== Segment start ==

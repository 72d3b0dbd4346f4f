"""The study's ``--vary`` reaches the new workbook values through the loader: the
scrubber's removal range and the allowances sheet's prices."""

from __future__ import annotations

import datetime as dt
import io

import pytest

from helpers import START, minimal_sheets, workbook_bytes
from reagentplan.errors import ScenarioError
from reagentplan.study.grid import build_grid
from reagentplan.workbook import read_raw


def raw(with_range=True):
    s = minimal_sheets(days=10)
    if with_range:
        s["scrubber"] += [["removal_min_pct", 95], ["removal_max_pct", 99]]
    s["allowances"] = [["date", "holding_t", "allocated_t", "buy_price_per_t", "sell_price_per_t",
                        "max_trade_t_per_month"], [START - dt.timedelta(days=1), 500, None, 400, 380, None]]
    return read_raw(io.BytesIO(workbook_bytes(s)))


def test_vary_the_lowest_removal():
    grid = build_grid(raw(), ["scrubber.removal_min_pct=93,96"])
    assert [c.scenario.scrubber.removal_range for c in grid.cases] == [(93.0, 99.0), (96.0, 99.0)]


def test_vary_a_bound_into_a_clash_is_refused_with_the_loader_message():
    with pytest.raises(ScenarioError) as info:
        build_grid(raw(), ["scrubber.removal_min_pct=99.5"])
    assert any("removal_min_pct = 99.5 is above removal_max_pct = 99" in str(p)
               for p in info.value.problems)


def test_vary_a_bound_the_workbook_leaves_out_needs_its_pair():
    with pytest.raises(ScenarioError) as info:
        build_grid(raw(with_range=False), ["scrubber.removal_max_pct=99"])
    assert any("without removal_min_pct" in str(p) for p in info.value.problems)


def test_vary_the_allowance_price_of_a_row():
    day = (START - dt.timedelta(days=1)).isoformat()
    grid = build_grid(raw(), [f"allowances[{day}].buy_price_per_t=450,600"])
    prices = [c.scenario.allowance_days()["buy_price_per_t"].iloc[0] for c in grid.cases]
    assert prices == [450.0, 600.0]
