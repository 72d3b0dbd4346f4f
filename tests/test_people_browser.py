"""People in a real headless Chromium: a viewer signs in on the dashboard's own page and
cannot record facts (the server refuses, the page says why); a coordinator signs in,
records a file, and the record tab names them."""

from __future__ import annotations

import datetime as dt
import os

import pytest

from reagentplan.dashboard.testing import CHROMEDRIVER, CHROMIUM, chromium_driver

if not (os.path.exists(CHROMIUM) and os.path.exists(CHROMEDRIVER)):
    pytest.skip(f"no Chromium at {CHROMIUM} or chromedriver at {CHROMEDRIVER} (Debian packages "
                "'chromium', 'chromium-driver')", allow_module_level=True)
pytest.importorskip("selenium.webdriver")

from selenium.webdriver.common.by import By  # noqa: E402
from selenium.webdriver.support.ui import WebDriverWait  # noqa: E402

from reagentplan.cli import main  # noqa: E402

from helpers import START  # noqa: E402
from record_data import record_sheets, scenario_path, write_record  # noqa: E402
from test_people import PASSWORDS, _add_users, _count  # noqa: E402

pytestmark = pytest.mark.slow
AS_OF = START - dt.timedelta(days=1)


def wait(driver, condition, what: str, timeout: float = 60):
    return WebDriverWait(driver, timeout, poll_frequency=0.1).until(
        lambda d: condition(d), message=f"timed out waiting for {what}")


def sign_in(driver, base: str, name: str) -> None:
    driver.get(base)
    wait(driver, lambda d: d.find_elements(By.ID, "signin-name"), "the sign-in page")
    driver.find_element(By.ID, "signin-name").send_keys(name)
    driver.find_element(By.ID, "signin-password").send_keys(PASSWORDS[name])
    driver.find_element(By.ID, "signin-button").click()
    wait(driver, lambda d: d.find_elements(By.ID, "tab-record"), "the dashboard after signing in")
    assert driver.find_element(By.ID, "rp-signed-in-name").text == name


def upload(driver, path) -> str:
    driver.find_element(By.ID, "tab-record").click()
    field = driver.find_element(By.CSS_SELECTOR, "#record-upload input[type=file]")
    field.send_keys(str(path))
    wait(driver, lambda d: d.find_element(By.ID, "record-upload-message").text.strip(), "the upload's answer")
    return driver.find_element(By.ID, "record-upload-message").text


def test_viewer_cannot_record_and_coordinator_is_named(tmp_path, monkeypatch):
    from reagentplan.dashboard.app import create_app
    from reagentplan.dashboard.testing import serve_in_thread

    url = f"sqlite:///{tmp_path / 'r.db'}"
    wb = scenario_path(tmp_path)
    assert main(["db", "upgrade", "--db", url]) == 0
    assert main(["record", str(write_record(record_sheets(), tmp_path / "w.xlsx")), "--db", url,
                 "--scenario", str(wb), "--as-of", f"{AS_OF}"]) == 0
    _add_users(url, monkeypatch)
    app = create_app(str(wb), db=url, futures=0, time_limit=20, work_dir=tmp_path / "app")
    base, stop = serve_in_thread(app)
    good = tmp_path / "up" / "stock_surveys.csv"
    good.parent.mkdir()
    good.write_text(f"date,store,level_t\n{AS_OF},gypsum,1300\n", encoding="utf-8")
    surveys = _count(url, "stock_surveys")
    driver = chromium_driver(tmp_path / "profile")
    try:
        # without signing in, the page is the sign-in page; a wrong password stays there
        driver.get(base)
        wait(driver, lambda d: d.find_elements(By.ID, "signin-name"), "the sign-in page")
        driver.find_element(By.ID, "signin-name").send_keys("vic")
        driver.find_element(By.ID, "signin-password").send_keys("not-the-password")
        driver.find_element(By.ID, "signin-button").click()
        wait(driver, lambda d: d.find_elements(By.ID, "signin-message"), "the refusal")
        assert "Wrong name or password" in driver.find_element(By.ID, "signin-message").text

        sign_in(driver, base, "vic")
        text = upload(driver, good)
        assert "vic is a viewer" in text and "Nothing was changed" in text
        assert _count(url, "stock_surveys") == surveys
        driver.find_element(By.ID, "rp-sign-out").click()
        wait(driver, lambda d: d.find_elements(By.ID, "signin-name"), "the sign-in page after signing out")

        sign_in(driver, base, "ana")
        text = upload(driver, good)
        assert "1 added" in text
        assert _count(url, "stock_surveys") == surveys + 1
        wait(driver, lambda d: "ana" in d.find_element(By.ID, "record-imports-table").text,
             "the record tab naming who recorded it")
        rows = driver.find_elements(By.CSS_SELECTOR, "#record-imports-table tbody tr")
        assert "ana" in rows[0].text and "stock_surveys.csv" in rows[0].text
        driver.save_screenshot(str(tmp_path / "people.png"))
    finally:
        driver.quit()
        stop()
        app.reagentplan.people.engine.dispose()
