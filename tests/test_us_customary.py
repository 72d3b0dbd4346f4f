"""The same scenario in metric and in US customary columns gives the same balance."""

from __future__ import annotations

import numpy as np
import pytest

from helpers import clone, write_workbook
from reagentplan.balance import balance_frame
from reagentplan.scenario import load_scenario

# NIST SP 811 Appendix B factors, typed here on purpose: the loader converts with pint,
# so this checks the two against each other.
ST = 0.90718474                      # t per short ton
BTU_J = 1055.05585262                # J per Btu (International Table)
LB = 0.45359237                      # kg per lb
US = {
    "capacity_t": ("capacity_st", 1 / ST), "safety_t": ("safety_st", 1 / ST),
    "initial_t": ("initial_st", 1 / ST), "load_t": ("load_st", 1 / ST),
    "min_t_per_month": ("min_st_per_month", 1 / ST), "max_t_per_month": ("max_st_per_month", 1 / ST),
    "max_t_per_day": ("max_st_per_day", 1 / ST), "airspace_t": ("airspace_st", 1 / ST),
    "price_per_t": ("price_per_st", ST), "cost_per_t": ("cost_per_st", ST),
    "heat_rate_gj_per_mwh": ("heat_rate_btu_per_kwh", 1e9 / BTU_J / 1e3),
    "hhv_mj_per_kg": ("hhv_btu_per_lb", 1e6 / BTU_J * LB),
    "so2_limit_kg_per_gj": ("so2_limit_lb_per_mmbtu", BTU_J * 1e6 / 1e9 / LB),
}


def to_us(sheets):
    out = clone(sheets)
    for name, rows in out.items():
        if rows[0][:2] == ["key", "value"]:
            for r in rows[1:]:
                if r[0] in US:
                    r[0], f = US[r[0]][0], US[r[0]][1]
                    r[1] = r[1] * f if r[1] is not None else None
            continue
        for j, col in enumerate(list(rows[0])):
            if col in US:
                rows[0][j], f = US[col]
                for r in rows[1:]:
                    if isinstance(r[j], (int, float)):
                        r[j] = r[j] * f
    return out


def test_metric_and_us_columns_give_the_same_balance(tmp_path, sheets):
    metric = load_scenario(write_workbook(sheets, tmp_path / "metric.xlsx"))
    us_sheets = to_us(sheets)
    assert us_sheets["units"][0][2] == "heat_rate_btu_per_kwh"
    us = load_scenario(write_workbook(us_sheets, tmp_path / "us.xlsx"))
    a, b = balance_frame(metric), balance_frame(us)
    for col in a.columns[1:]:
        if a[col].dtype == bool:
            assert (a[col] == b[col]).all()
        else:
            np.testing.assert_allclose(b[col], a[col], rtol=1e-3, err_msg=col)
    assert us.suppliers[0].price_per_t == pytest.approx(metric.suppliers[0].price_per_t, rel=1e-3)
    assert us.plant.so2_limit_kg_per_gj == pytest.approx(0.1, rel=1e-3)
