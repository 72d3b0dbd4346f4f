"""Faults with real processes: an import killed (SIGKILL) in the middle leaves the
database as it was; two imports into one SQLite file at once both land."""

from __future__ import annotations

import datetime as dt
import os
import signal
import subprocess
import sys
import time
from pathlib import Path

import sqlalchemy as sa

from reagentplan.cli import main
from reagentplan.record.db import connect


def _generation_csv(path: Path, units: int, days: int, first: dt.date = dt.date(2015, 1, 1)) -> Path:
    lines = ["date,unit,mwh"]
    for i in range(days):
        d = (first + dt.timedelta(days=i)).isoformat()
        lines += [f"{d},G{u},{1000 + (i * 7 + u) % 500}.5" for u in range(units)]
    path.write_text("\n".join(lines) + "\n", encoding="utf-8")
    return path


def _count(url: str) -> int:
    engine = connect(url)
    with engine.connect() as conn:
        n = conn.execute(sa.text("SELECT COUNT(*) FROM generation_history")).scalar()
    engine.dispose()
    return n


def _cmd(*args: str) -> list[str]:
    return [sys.executable, "-m", "reagentplan.cli", *args]


def test_sigkill_in_the_middle_of_an_import_leaves_the_database_as_it_was(tmp_path):
    db = tmp_path / "r.db"
    url = f"sqlite:///{db}"
    assert main(["db", "upgrade", "--db", url]) == 0
    small = tmp_path / "first" / "generation_history.csv"
    small.parent.mkdir()
    assert main(["record", str(_generation_csv(small, 2, 30)), "--db", url]) == 0
    assert _count(url) == 60
    big = _generation_csv(tmp_path / "generation_history.csv", 20, 3650, dt.date(2016, 1, 1))
    wal = Path(str(db) + "-wal")
    start_size = wal.stat().st_size if wal.exists() else 0
    proc = subprocess.Popen(_cmd("record", str(big), "--db", url), stdout=subprocess.DEVNULL,
                            stderr=subprocess.DEVNULL)
    deadline = time.monotonic() + 120
    killed = False
    while time.monotonic() < deadline and proc.poll() is None:
        # rows are being written inside the open transaction once the log grows
        if wal.exists() and wal.stat().st_size > start_size + 256 * 1024:
            os.kill(proc.pid, signal.SIGKILL)
            killed = True
            break
        time.sleep(0.002)
    proc.wait(timeout=60)
    assert killed and proc.returncode == -signal.SIGKILL, "the import ended before it could be killed"
    assert _count(url) == 60  # the killed transaction left nothing behind
    engine = connect(url)
    with engine.connect() as conn:
        assert conn.exec_driver_sql("PRAGMA integrity_check").scalar() == "ok"
        assert conn.execute(sa.text("SELECT COUNT(*) FROM imports")).scalar() == 1
    engine.dispose()
    # and the same import, run again to the end, lands whole
    assert main(["record", str(big), "--db", url]) == 0
    assert _count(url) == 60 + 20 * 3650


def test_two_imports_at_once_on_one_sqlite_file_both_land(tmp_path):
    url = f"sqlite:///{tmp_path / 'r.db'}"
    assert main(["db", "upgrade", "--db", url]) == 0
    files = []
    for k in range(2):
        folder = tmp_path / f"f{k}"
        folder.mkdir()
        files.append(_generation_csv(folder / "generation_history.csv", 10, 1000,
                                     dt.date(2010 + 5 * k, 1, 1)))
    procs = [subprocess.Popen(_cmd("record", str(f), "--db", url), stdout=subprocess.PIPE,
                              stderr=subprocess.PIPE, text=True) for f in files]
    outs = [p.communicate(timeout=180) for p in procs]
    assert [p.returncode for p in procs] == [0, 0], outs
    assert _count(url) == 2 * 10 * 1000


def test_sigkill_during_the_copy_into_postgresql_leaves_it_as_it_was(pg_server, tmp_path):
    """The client killed while its COPY runs: the server rolls the transaction back."""
    import psycopg

    url = pg_server.new_database()
    assert main(["db", "upgrade", "--db", url]) == 0
    small = tmp_path / "first" / "generation_history.csv"
    small.parent.mkdir()
    assert main(["record", str(_generation_csv(small, 2, 30)), "--db", url]) == 0
    big = _generation_csv(tmp_path / "generation_history.csv", 20, 3650, dt.date(2016, 1, 1))
    dbname = url.rsplit("/", 1)[1]
    watch = psycopg.connect(f"host=127.0.0.1 port={pg_server.port} user=postgres dbname={dbname}",
                            autocommit=True)
    proc = subprocess.Popen(_cmd("record", str(big), "--db", url), stdout=subprocess.DEVNULL,
                            stderr=subprocess.DEVNULL)
    killed = False
    deadline = time.monotonic() + 120
    try:
        while time.monotonic() < deadline and proc.poll() is None:
            busy = watch.execute("SELECT count(*) FROM pg_stat_activity WHERE datname = %s AND "
                                 "state = 'active' AND query ILIKE 'COPY%%'", (dbname,)).fetchone()[0]
            if busy:
                os.kill(proc.pid, signal.SIGKILL)
                killed = True
                break
            time.sleep(0.002)
        proc.wait(timeout=60)
        assert killed and proc.returncode == -signal.SIGKILL, "the import ended before it could be killed"
        for _ in range(500):  # the server notices the lost client and ends its backend
            if not watch.execute("SELECT count(*) FROM pg_stat_activity WHERE datname = %s AND pid <> "
                                 "pg_backend_pid()", (dbname,)).fetchone()[0]:
                break
            time.sleep(0.01)
    finally:
        watch.close()
    assert _count(url) == 60
    assert main(["record", str(big), "--db", url]) == 0
    assert _count(url) == 60 + 20 * 3650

== Segment end ==

DIRECTIONS
Write out the records above exactly, from the opening line to the line with "return read_raw(io.BytesIO(workbook_bytes(s)))", including both, with nothing added.

OUTPUT FOR THIS EXERCISE
repository 72d3b0dbd4346f4f
"""The study's ``--vary`` reaches the new workbook values through the loader: the
scrubber's removal range and the allowances sheet's prices."""

from __future__ import annotations

import datetime as dt
import io

import pytest

from helpers import START, minimal_sheets, workbook_bytes
from reagentplan.errors import ScenarioError
from reagentplan.study.grid import build_grid
from reagentplan.workbook import read_raw


def raw(with_range=True):
    s = minimal_sheets(days=10)
    if with_range:
        s["scrubber"] += [["removal_min_pct", 95], ["removal_max_pct", 99]]
    s["allowances"] = [["date", "holding_t", "allocated_t", "buy_price_per_t", "sell_price_per_t",
                        "max_trade_t_per_month"], [START - dt.timedelta(days=1), 500, None, 400, 380, None]]
    return read_raw(io.BytesIO(workbook_bytes(s)))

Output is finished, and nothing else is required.